Yelverton was the junction for the Princetown Railway that opened on 11 August 1883, however no station could be built as the railway could not secure an access route to the site, and so trains initially continued to Horrabridge. Agreement with the land owner was reached and a station provided at Yelverton from 1 May 1885.

The Tavistock line was provided with two platforms. The Princetown line had a connection facing Tavistock and the platform on this line was sharply curved and a five-sided waiting room was provided between the platforms. A 23 feet 6 inch (7m) turntable was provided at the Princetown end of the platform. As there was no loop on the branch trains were reversed out of the platform after passengers had alighted, the locomotive then ran into the turntable siding and the carriages left to run back into the platform by gravity, after which the locomotive could be attached to the Princetown end for the next journey.

The Princetown line closed on 5 March 1956 but the station was retained until the Tavistock line itself was closed on [[31 December] 1962.

The 641 yard long (586m) Yelverton Tunnel was just north of the platforms and was the summit of the Tavistock line.

End wiki

Well, I desided to go out and look for it and me and two friends managed to find it !!!

Must have spend about 2 hours in there. I will be going back and taking shots of the platforms and stuff.




















































Enjoy

UW


----------



## kernowexpeditionary (Jul 6, 2008)

very nice m8, trust you have seen the post of the tunnel i found under devonport park? 

nice pics too!...what lens where u using??/


----------



## Underworld (Jul 6, 2008)

Standard 400D kit. Just learning a lot from going out and doing it !

I have seen the Devonport Park pictures. I would love to go and see it.

UW


----------



## Foxylady (Jul 6, 2008)

Excellent stuff, Underworld. Can't wait to see the platforms and the rest of it.
A bit of a coincidence really as I was just reading about disused railways in Devon and doing some research. Didn't come across this one though. Nice find.


----------



## kernowexpeditionary (Jul 6, 2008)

will sort a visit m8, nice easy explore too, 

lycos is the tunnel king.....


----------



## Engineer (Jul 7, 2008)

*Yelverton Tunnel.*

Nice find, nice pics,as you say not much about on that one.
Are both ends open?


----------



## Oddball (Jul 7, 2008)

this was a most interesting tunnel, never would have known about it without underworld!
both ends are open!!


----------



## Scotty (Jul 7, 2008)

nice one buddy.

if you and lycos keep this up, most of the tunnels around Plymouth would be explored. 

next time, we need to find one with a train in it.


----------



## cardiffrail (Jul 7, 2008)

Lovely pics and interesting report.
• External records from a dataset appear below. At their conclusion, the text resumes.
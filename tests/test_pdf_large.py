"""A sheet of sixty pages and four hundred claims: set whole, in a time that grows with the sheet alone, in bounded memory."""

from __future__ import annotations

import json
import subprocess
import sys
from io import BytesIO
from pathlib import Path

import pytest
from large_sheet import CLAIMS_EACH, SECTIONS, large_sheet
from pdf_reading import flat
from pypdf import PdfReader

HERE = Path(__file__).parent
MEASURE = """
import json, resource, sys, time
sys.path.insert(0, sys.argv[1])
from large_sheet import large_sheet
from calccheck import check_text
from calccheck.annotate.to_html import to_html
from calccheck.annotate.to_pdf import to_pdf
report = check_text("large.md", large_sheet(int(sys.argv[2])))
to_pdf(check_text("small.md", large_sheet(1)))  # what is done once in a process is not the sheet's
marks = [time.process_time()]
for set_out in (to_html, to_pdf):
    made = set_out(report)
    marks.append(time.process_time())
open(sys.argv[3], "wb").write(made)
peak = resource.getrusage(resource.RUSAGE_SELF).ru_maxrss / 1024
print(json.dumps({"html": marks[1] - marks[0], "pdf": marks[2] - marks[1], "MB": peak, "counts": report.counts}))
"""


def measured(sections: int, pdf: Path) -> dict[str, float]:
    """Seconds of the processor for either output and the peak of the memory, in a process of its own."""
    command = [sys.executable, "-c", MEASURE, str(HERE), str(sections), str(pdf)]
    return json.loads(subprocess.run(command, capture_output=True, text=True, check=True).stdout)


@pytest.fixture(scope="module")
def large(tmp_path_factory) -> tuple[dict[str, float], bytes]:
    path = tmp_path_factory.mktemp("large") / "large.pdf"
    return measured(SECTIONS, path), path.read_bytes()


def test_every_claim_of_the_large_sheet_is_marked_and_recorded(large):
    figures, pdf = large
    reader = PdfReader(BytesIO(pdf))
    pages = [flat(page.extract_text()) for page in reader.pages]
    assert len(pages) >= 60
    assert figures["counts"] == {
        "agrees": SECTIONS * (CLAIMS_EACH - 1), "differs": SECTIONS,
        "rounded": 0, "unchecked": 0, "accepted": 0, "given": 0,
    }  # fmt: skip
    record = next(k for k, page in enumerate(pages) if "Checkrecord" in page)
    for part in (pages[:record], pages[record:]):
        text = "".join(part)
        assert all(f"agrees{n}" in text or f"differs{n}" in text for n in range(1, SECTIONS * CLAIMS_EACH + 1))
    assert all(f"PAGE{k}of{len(pages)}" in page for k, page in enumerate(pages, 1))


@pytest.mark.undisturbed
@pytest.mark.undisturbed
def test_time_grows_with_the_sheet_and_memory_is_bounded(large, tmp_path):
    """Four times the sheet takes four times as long; six times, and something in it grows faster than the sheet."""
    whole, _ = large
    assert whole["MB"] < 700
    again = min((whole, measured(SECTIONS, tmp_path / "again.pdf")), key=lambda m: m["pdf"])
    part = min((measured(SECTIONS // 4, tmp_path / "part.pdf") for _ in range(2)), key=lambda m: m["pdf"])
    assert again["pdf"] < 6 * part["pdf"]
    assert again["html"] < 6 * part["html"]


def test_the_large_sheet_is_what_it_says():
    assert len(large_sheet().splitlines()) > 800
    assert large_sheet().count("## Divider") == SECTIONS
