"""Cautions that a sheet raises by itself. They fail no sheet.

Limits from memory of the standards: 50 V a.c. and 120 V d.c. end extra-low voltage (IEC 60364-4-41, clause 414), of which the
more cautious is told for both; 20 J at 2 V and more is a hazardous energy (IEC 60950-1, definition 1.2.8.10). 50 Hz and 60 Hz are
the standard frequencies of supply (IEC 60196). Voltages and energies by hand.
"""

from __future__ import annotations

import math

import pytest

from calccheck import check_text
from calccheck.model import Report

KINDS = ("hazard", "touch-voltage", "mains", "stored-energy")


def report(*lines: str, front: str = "") -> Report:
    head = f"---\nsheet: EX-1\n{front}---\n\n" if front else ""
    return check_text("sheet.md", head + "\n".join(["```circuit", "reference g", *lines, "```", ""]))


def told(found: Report) -> dict[str, str]:
    every = [f for f in found.findings if f.kind in KINDS]
    assert all(f.severity == "caution" for f in every) and len({f.kind for f in every}) == len(every)
    return {f.kind: f.message for f in every}


def test_a_hazard_is_told_in_the_sheets_own_words_at_its_line():
    found = report("V1: 5 V, a to g", "R1: 1 kΩ, a to g", front="hazard: the bank stays charged for 10 min\nby: QD\n")
    (finding,) = [f for f in found.findings if f.kind == "hazard"]
    assert finding.message == "the bank stays charged for 10 min" and found.clean
    assert found.reading.sheet.line_column(finding.span.start) == (3, 1)
    assert found.reading.sheet.text[finding.span.start : finding.span.end].startswith("hazard: the bank")


def test_no_hazard_no_caution():
    assert told(report("V1: 5 V, a to g", "R1: 1 kΩ, a to g", front="hazard:\n")) == {}
    assert told(check_text("minutes.md", "---\nhazard: none of ours\n---\n# Minutes\n")) == {}


@pytest.mark.parametrize(
    ("volts", "caution"), [("49.9", False), ("50", True), ("-50", True), ("-49.99", False), ("325", True)]
)
def test_fifty_volts_and_more_between_a_node_and_the_reference(volts, caution):
    found = report(f"V1: {volts} V, a to g", "R1: 1 kΩ, a to g")
    assert ("touch-voltage" in told(found)) == caution and found.clean


def test_two_nodes_that_are_each_below_the_limit():
    """+30 V and −30 V: 60 V between them."""
    found = report("V1: 30 V, a to g", "V2: 30 V, g to b", "R1: 1 kΩ, a to b")
    assert "60 V stand between a and b" in told(found)["touch-voltage"]
    assert told(report("V1: 24 V, a to g", "V2: 24 V, g to b", "R1: 1 kΩ, a to b")) == {}


def test_a_divider_is_judged_by_its_solution_not_by_its_source():
    """10 mA into 1 kΩ + 4.1 kΩ: 51 V."""
    assert "51.0 V" in told(report("I1: 10 mA, g to a", "R1: 1 kΩ, a to b", "R2: 4.1 kΩ, b to g"))["touch-voltage"]
    assert told(report("I1: 10 mA, g to a", "R1: 1 kΩ, a to b", "R2: 3.9 kΩ, b to g")) == {}


def test_phasors_by_magnitude_between_nodes():
    """40 V at 0° and at 180°: 80 V apart; at 0° and 60° they are 40 V apart, a triangle with equal sides."""
    apart = report("V1: 40 V, a to g, 400 Hz", "V2: 40 V ∠ 180°, b to g, 400 Hz", "R1: 1 kΩ, a to b")
    assert "80 V r.m.s. stand between a and b" in told(apart)["touch-voltage"]
    near = report("V1: 40 V, a to g, 400 Hz", "V2: 40 V ∠ 60°, b to g, 400 Hz", "R1: 1 kΩ, a to b")
    assert told(near) == {}


def test_peak_phasors_count_by_their_rms():
    """70 V peak are 49.5 V r.m.s., 71 V peak are 50.2 V."""
    front = "check:\n  phasors: peak\n"
    assert told(report("V1: 70 V, a to g, 400 Hz", "R1: 1 kΩ, a to g", front=front)) == {}
    assert "50.2 V" in told(report("V1: 71 V, a to g, 400 Hz", "R1: 1 kΩ, a to g", front=front))["touch-voltage"]


def test_several_frequencies_add_by_their_squares():
    """40 V DC and 30 V r.m.s.: √(40² + 30²) = 50 V."""
    found = report("V1: 40 V, a to g", "V2: 30 V, b to a, 400 Hz", "R1: 1 kΩ, b to g")
    assert "50 V r.m.s. stand between" in told(found)["touch-voltage"]
    assert told(report("V1: 39 V, a to g", "V2: 30 V, b to a, 400 Hz", "R1: 1 kΩ, b to g")) == {}


@pytest.mark.parametrize(
    ("hertz", "caution"), [("50 Hz", 50), ("60 Hz", 60), ("0.05 kHz", 50), ("400 Hz", 0), ("16.7 Hz", 0)]
)
def test_sources_at_mains_frequency(hertz, caution):
    said = told(report(f"Vs: 12 V, a to g, {hertz}", "R1: 1 kΩ, a to g"))
    assert list(said) == (["mains"] if caution else [])
    assert not caution or said["mains"].startswith(f"Vs: {caution} Hz is the frequency of the mains")


@pytest.mark.parametrize(
    ("volts", "farads", "caution"),
    [
        ("20", "100 mF", True),
        ("20", "99 mF", False),
        ("40", "25 mF", True),
        ("1.9", "20 F", False),
        ("2", "10 F", True),
    ],
)
def test_energy_stored_in_capacitors(volts, farads, caution):
    """½ × 0.1 F × (20 V)² = 20 J; ½ × 0.025 F × (40 V)² = 20 J; ½ × 10 F × (2 V)² = 20 J; 36.1 J at 1.9 V is below 2 V."""
    found = report(f"V1: {volts} V, a to g", "R1: 1 kΩ, a to b", f"C1: {farads}, b to g")
    assert ("stored-energy" in told(found)) == caution and found.clean
    if caution:
        assert told(found)["stored-energy"].startswith("C1 stores 20 J")


def test_energy_at_the_crest_of_an_alternating_voltage():
    """40 V r.m.s., 56.57 V crest: ½ × 12.5 mF × 3200 V² = 20 J."""
    assert math.isclose(0.5 * 0.0125 * (40 * math.sqrt(2)) ** 2, 20)
    assert "stored-energy" in told(report("V1: 40 V, a to g, 400 Hz", "C1: 12.6 mF, a to g"))
    assert told(report("V1: 40 V, a to g, 400 Hz", "C1: 12.4 mF, a to g")) == {}


def test_a_circuit_without_a_solution_or_with_free_symbols_says_nothing_of_volts():
    assert told(report("V1: 100 V, a to g", "V2: 90 V, a to g")) == {}
    assert told(report("V1: 100 V, a to g", "R1: R Ω, a to g")) == {}


def test_every_caution_reminds_who_decides():
    found = report("V1: 230 V, a to g, 50 Hz", "C1: 10 mF, a to g")
    said = told(found)
    assert set(said) == {"touch-voltage", "mains", "stored-energy"}
    assert all("local codes and licensed practice decide" in message for message in said.values())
Also, a tunnel that wasn't on my list!! - am quite surprised that one of that length missed my list actually. :embarrassed:


----------



## King Al (Jul 7, 2008)

Really cool explore Underworld, Love the colour of those rust staines


----------



## smileysal (Jul 7, 2008)

Excellent find. Love the stone work and the colours from the iron (at least I think it's iron lol). Good pics too.

Cheers,

 Sal


----------



## lycos (Jul 8, 2008)

Hey I was working my way back to this one!! lol 
Haha, nice one underworld, n welcome oddball, thanks for the message UW, keep in touch n let me know, 
Catcha soon!


----------



## pdtnc (Jul 8, 2008)

lovely shots, its nice to see all the stone rather than red brick built tunnels


----------



## ckallis (Sep 17, 2009)

sorry about bringing an old post up. 

will be having a look at this one over the next couple of days. 

I believe this Tunnel is part of the Plymouth & Dartmoor railway. which leads through the moors then going through the Cann/leigha, Tunnel (Deep shelter)


----------



## justcurious (Sep 17, 2009)

Believe it or not they`re two totally different lines. The cycle track and yelverton tunnel etc is all part of the main passenger railway line from Plymouth to Tavistock that closed in the 60`s. Cann tunnel and the stone railway is much older and was only used for bringing granite or rock into Plymouth from Dartmoor and was horse drawn. The two lines run pretty close to each other but are totally separate (the Cann tunnel route closed in the early 1900`s). You`ll notice too that if you venture down to Cann, it`s tiny, you`d never fit a steam train through it


----------



## steve_o (Sep 17, 2009)

Myself, Justcurious, Matt-uk and VW chick went to this just recently spent a while round the Station which is just infront of the south tunnel entrance.

You can still see the remains of the two platforms, passenger entrance gates and even the Turntable pit and Maintaince pits.

Trains from plymouth used to travel up stop at yelverton to drop off passengers destined for Princtown. The Plymouth train would then carry on through the tunnel and on to tavistock. There is another tunnel too that the train passed through just before Tavistock that is kinda cool as it snakes and i think is a little longer than yelverton. We need to go back to it to find out were the other bit goes to tho.

Cann Tunnel was more of a tramway, pulled by horses. Followed a simular route parralle to the railway line. untill it got to yelverton where i believe the princetown raillway was laid on the trackbed of the tramway. The tranway can still be followed from clearbrook to yelverton as the granite Sets that the track was laid on are still in place


----------



## strokesboy21 (Sep 18, 2009)

yeah im still waiting to be shown this


----------



## justcurious (Dec 1, 2009)

Go and find it then


----------



## Carikl (Mar 22, 2021)

Where are the entrances please?


----------



## Wrench (Mar 22, 2021)

Carikl said:


> Where are the entrances please?


You have seen the date of this post?


----------